본 보고서에서는 실질적인 기업 사용 사례에서 탁월한 성능을 발휘하도록 특별히 설계된 강력한 대규모 언어 모델인 Command A의 개발 과정을 설명합니다. Command A는 에이전트 최적화 및 다국어 지원이 가능한 모델로, 글로벌 비즈니스에서 사용되는 23개 언어를 지원하며 효율성과 최고 수준의 성능을 균형 있게 조화시킨 혁신적인 하이브리드 아키텍처를 갖추고 있습니다. 이 모델은 정교한 비즈니스 프로세스를 자동화하기 위한 최고 수준의 검색 증강 생성(Retrieval Augmented Generation, RAG) 기능과 근거 기반 및 도구 사용 기능을 제공합니다. 이러한 능력은 자체 개선 알고리즘과 모델 병합 기법을 포함한 분산형 훈련 접근 방식을 통해 달성되었습니다. 또한 Command A와 유사한 기능 및 아키텍처를 공유하는 Command R7B의 결과도 포함되어 있습니다. 두 모델의 가중치는 연구 목적으로 공개되었습니다. 본 기술 보고서는 원래의 훈련 파이프라인을 상세히 설명하고, 기업 관련 작업 및 공개 벤치마크에 걸친 모델의 광범위한 평가를 제시하여 우수한 성능과 효율성을 입증합니다.

English

In this report we describe the development of Command A, a powerful large language model purpose-built to excel at real-world enterprise use cases. Command A is an agent-optimised and multilingual-capable model, with support for 23 languages of global business, and a novel hybrid architecture balancing efficiency with top of the range performance.
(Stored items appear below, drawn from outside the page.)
static void a_sleeve_that_no_block_holds_is_offered_no_joints(void **state)
{
    (void)state;
    kent_build b = main_with_branch(KENT_ROLE_TAPPING, KENT_THRUST_BLOCK, KENT_PUSH_ON);
    b.model->fittings[kent_build_fitting_of(&b, "T")].cover = 0.3;
    kent_restraints *r = kent_hand_size(&b, TEST, 1);
    const kent_holding *h = at_t(&b, r);
    assert_false(h->held);
    kent_hand_expect(h, "lay the main that deep, or a structure of its own");
    assert_false(kent_hand_says(h, "or restrained joints"));
    finish(&b, r);
}

static void beside_a_hydrant_the_drain_stays_free(void **state)
{
    (void)state;
    for (int hydrant = 0; hydrant < 2; hydrant++) {
        kent_build b = main_with_branch(hydrant ? KENT_ROLE_HYDRANT : KENT_ROLE_NONE,
                                        KENT_THRUST_BLOCK, KENT_PUSH_ON);
        kent_restraints *r = kent_hand_size(&b, TEST, 1);
        assert_true(kent_hand_says(at_t(&b, r), "clear of the hydrant's drain") ==
                    (hydrant > 0));
        finish(&b, r);
    }
}

/* ---- groups ---------------------------------------------------------------------- */

/* A to B, 45 degrees left to C 1.5 m on, then to E at x, y; B and C are one. */
static kent_build two_bends(double x, double y)
{
    const double half = 1.5 * sqrt(0.5);
    kent_build b = kent_build_new();
    (void)kent_build_point(&b, "A", -200.0, 0.0, 50.0);
    (void)kent_build_point(&b, "B", 0.0, 0.0, 50.0);
    (void)kent_build_point(&b, "C", half, half, 50.0);
    (void)kent_build_point(&b, "E", x, y, 50.0);
    (void)kent_build_pipe(&b, "P", "A B C E", 0.2, 1000.0);
    (void)kent_build_fixed_level(&b, "A", 150.0);
    (void)kent_build_outflow(&b, "E", 0.0);
    (void)kent_build_soil(&b, "till", 150e3, 19e3, 1.5);
    b.model->ground.water_table = (double)INFINITY;
    const int note = kent_build_note(&b, "B");
    b.model->together = kent_alloc(1, sizeof *b.model->together);
    assert_non_null(b.model->together);
    b.model->together[0] = 2;
    b.model->together_count = 1;
    b.model->notes[note].together_first = 0;
    b.model->notes[note].together_count = 1;
    kent_build_derive(&b);
    return b;
}

/* Two bends of 45 degrees, 1.5 m apart and named as one, turn the main by 90 degrees:
 * one block for p A sqrt(2), pushed along the outer bisector; a leg each way for all of
 * it. */
static void two_bends_as_one_get_one_block_for_the_sum(void **state)
{
    (void)state;
    const double half = 1.5 * sqrt(0.5);
    kent_build b = two_bends(half, 200.0);
    kent_restraints *r = kent_hand_size(&b, TEST, 1);
    const int f = kent_build_fitting_of(&b, "B");
    const kent_holding *h = &r->fittings[f];
    const double thrust = 1.0e6 * 0.25 * PI * 0.22 * 0.22 * sqrt(2.0);

    assert_int_equal(b.model->fittings[f].type, KENT_GROUP);
    assert_true(h->held);
    assert_int_equal(h->block.type, KENT_BLOCK_BEARING);
    assert_close(h->design_thrust, 1.5 * thrust, 1e-9);
    assert_close(h->block.bearing_area, 1.5 * thrust / 150e3, 1e-9);
    assert_false(kent_hand_says(h, "couple")); /* their sum runs through the middle */
    finish(&b, r);
}

/* Turned back by the second bend: no thrust, but p A x 1.0607 m = 40.3 kN m. */
static void an_offset_is_not_held_by_one_block(void **state)
{
    (void)state;
    const double half = 1.5 * sqrt(0.5);
    kent_build b = two_bends(200.0, half);
    kent_restraints *r = kent_hand_size(&b, TEST, 1);
    const kent_holding *h = &r->fittings[kent_build_fitting_of(&b, "B")];

    assert_false(h->needs_nothing || h->held);
    assert_true(h->unbalanced);
    assert_int_equal(r->not_held, 1);
    kent_hand_expect(h, "leave a couple of 40.3 kN m before any factor");
    kent_hand_expect(h, "Write apart = true");
    finish(&b, r);
}

/* The main goes on at an angle a, so that T = 2 p A sin(a/2) acts along the
 * bisector through the crossing of the outer legs; by hand, with p A = 38.01 kN and the
 * bends at (0, 0) and (1.0607, 1.0607), 0.75 + 0.11 m from the middle to the outside:
 * 45 and 22.5 turned back meet at (-1.500, 0), their force passes the middle at 2.09 m;
 * 45 and 11.25 on the same hand meet at (0.352, 0), at 0.41 m. */
static void a_force_that_runs_past_a_group_is_not_held(void **state)
{
    (void)state;
    static const struct {
        double turns; /* degrees, of the second bend */
        bool held;
    } rows[] = {{-45.0, false}, {-40.0, false}, {-22.5, false}, {11.25, true}};
    const double half = 1.5 * sqrt(0.5);
    for (size_t i = 0; i < sizeof rows / sizeof rows[0]; i++) {
        const double on = (45.0 + rows[i].turns) * DEGREE;
        kent_build b = two_bends(half + 200.0 * cos(on), half + 200.0 * sin(on));
        kent_restraints *r = kent_hand_size(&b, TEST, 1);
        const kent_holding *h = &r->fittings[kent_build_fitting_of(&b, "B")];
        assert_true(h->held == rows[i].held);
        assert_true(h->unbalanced == !rows[i].held);
        assert_int_equal(r->not_held, rows[i].held ? 0 : 1);
        finish(&b, r);
    }
}

/* Two mains side by side, joined by nothing, that turn at B and Q by 90 degrees, the
 * second one the same way or the other: 53.7 kN each, and together twice that or,
 * pushed against each other, nothing; one may be drained. */
static void mains_pressed_one_at_a_time_are_not_held_against_each_other(void **state)
{
    (void)state;
    for (int against = 0; against < 2; against++) {
        const double way = against ? -1.0 : 1.0;
        kent_build b = kent_build_new();
        (void)kent_build_point(&b, "A", -200.0, 0.0, 50.0);
        (void)kent_build_point(&b, "B", 0.0, 0.0, 50.0);
        (void)kent_build_point(&b, "C", 0.0, 200.0, 50.0);
        (void)kent_build_point(&b, "P", 0.5 - way * 200.0, -0.5, 50.0);
        (void)kent_build_point(&b, "Q", 0.5, -0.5, 50.0);
        (void)kent_build_point(&b, "E", 0.5, -0.5 + way * 200.0, 50.0);
        (void)kent_build_pipe(&b, "M", "A B C", 0.2, 1000.0);
        (void)kent_build_pipe(&b, "N", "P Q E", 0.2, 1000.0);
        (void)kent_build_fixed_level(&b, "A", 60.0);
        (void)kent_build_fixed_level(&b, "P", 80.0);
        (void)kent_build_outflow(&b, "C", 0.0);
        (void)kent_build_outflow(&b, "E", 0.0);
        (void)kent_build_soil(&b, "till", 150e3, 19e3, 1.5);
        b.model->ground.water_table = (double)INFINITY;
        const int note = kent_build_note(&b, "B");
        b.model->together = kent_alloc(1, sizeof *b.model->together);
        assert_non_null(b.model->together);
        b.model->together[0] = 4;
        b.model->together_count = b.model->notes[note].together_count = 1;
        kent_build_derive(&b);
        kent_restraints *r = kent_hand_size(&b, TEST, 1);
        const kent_fitting *f = &b.model->fittings[kent_build_fitting_of(&b, "B")];
        const kent_holding *h = &r->fittings[kent_build_fitting_of(&b, "B")];
        assert_true(f->parted);
        assert_true(h->unbalanced == (against > 0) && h->held == (against == 0));
        if (against) {
            kent_hand_expect(h, "alone one pushes with 80.6 kN factored");
        } else {
            kent_hand_expect(h, "each may be under pressure without the others");
        }
        finish(&b, r);
    }
}

/* ---- factors --------------------------------------------------------------------- */

static const char *says_of_factor(double of_test, double all)
{
    static char says[sizeof((kent_line *)NULL)->says];
    const double half = 1.5 * sqrt(0.5);
    kent_build b = two_bends(half, 200.0);
    b.model->rules.factor_test = of_test;
    b.model->loads.factor[KENT_CASE_TEST] = all;
    kent_restraints *r = kent_hand_size(&b, TEST, 1);
    const kent_holding *h = &r->fittings[kent_build_fitting_of(&b, "B")];
    says[0] = '\0';
    for (size_t i = 0; i < h->derivation.count && says[0] == '\0'; i++) {
        const kent_line *line = &h->derivation.lines[i]; /* where it stands first */
        if (strcmp(line->symbol, "SF") != 0) continue;
        (void)snprintf(says, sizeof says, "%s", line->says);
    }
    finish(&b, r);
    return says;
}

static void a_factor_of_the_rules_for_the_test_is_named(void **state)
{
    (void)state;
    const double no = (double)NAN;
    assert_string_equal(says_of_factor(1.25, no),
                        "factor of the design rules for the site test");
    assert_string_equal(says_of_factor(1.25, 1.4), "factor of this load case");
    assert_string_equal(says_of_factor(no, no), "factor of this load case");
}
It offers best-in-class Retrieval Augmented Generation (RAG) capabilities with grounding and tool use to automate sophisticated business processes. These abilities are achieved through a decentralised training approach, including self-refinement algorithms and model merging techniques. We also include results for Command R7B which shares capability and architectural similarities to Command A. Weights for both models have been released for research purposes. This technical report details our original training pipeline and presents an extensive evaluation of our models across a suite of enterprise-relevant tasks and public benchmarks, demonstrating excellent performance and efficiency.